Quadratic equations relate to real-life applications in Class 10 through problems involving:
• Calculating areas of geometric shapes like rectangles and triangles.
• Determining the speed and trajectory in physics problems.
• Analyzing revenue, profit, and loss in business scenarios.
• Modelling natural phenomena that follow parabolic curves.
Understanding and solving quadratic equations empowers students to connect math theory with practical problems.
10. Why is it important to practice extra questions for board exams?
Practicing extra quadratic equation questions before board exams is important because:
• It builds confidence in applying multiple solution methods.

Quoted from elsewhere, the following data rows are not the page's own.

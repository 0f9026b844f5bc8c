// What a case-file value may be, with a check that explains a rejection.
#pragma once

#include "rheology/parameter_table.h"

#include <optional>
#include <string>
#include <vector>

namespace lentus::input
{
  /// The kind and allowed values of one case-file key.
  struct ValueKind
  {
    enum class Type
    {
      real,
      integer,
      selection,
      boolean,
      text,
      real_list
    };

    Type                     type = Type::text;
    rheology::Range          range;   ///< real, integer, real_list
    std::vector<std::string> choices; ///< selection

    static ValueKind real(const rheology::Range &range);
    static ValueKind integer(long lower, long upper);
    static ValueKind selection(const std::vector<std::string> &choices);
    static ValueKind boolean();
    static ValueKind text();
    static ValueKind real_list(const rheology::Range &range);

    /// nullopt if `value` is acceptable, else what is wrong.
    std::optional<std::string> problem(const std::string &value) const;

    /// What is allowed, e.g. "a finite real number > 0" or "one of a, b".
    std::string describe() const;
  };

  /// Parses a whole string as a real number ("inf" accepted); nullopt if it is not one.
  std::optional<double> parse_real(const std::string &text);

  /// Splits a comma-separated list and trims each item.
  std::vector<std::string> split_list(const std::string &text);

  /// Removes leading and trailing white space.
  std::string trim(const std::string &text);

  /// Levenshtein distance, case-insensitive, for "did you mean" hints.
  std::size_t edit_distance(const std::string &a, const std::string &b);
} // namespace lentus::input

• Helps familiarize with various question patterns including tricky and lengthy problems.
• Enhances problem-solving speed and accuracy under exam conditions.
• Identifies and strengthens weak concepts.
Consistent practice ensures readiness and helps achieve better exam scores.
11. What mistakes are common in quadratic equation word problems?
Common mistakes in quadratic equation word problems include:
• Incorrect translation of the problem statement into the quadratic form.
• Ignoring units or mixing different units.
• Missing negative signs or errors in the coefficients.
• Not checking the discriminant before solving.
• Forgetting to verify roots in the context of the problem.
Careful reading, stepwise equation formation, and rechecking answers reduce these errors.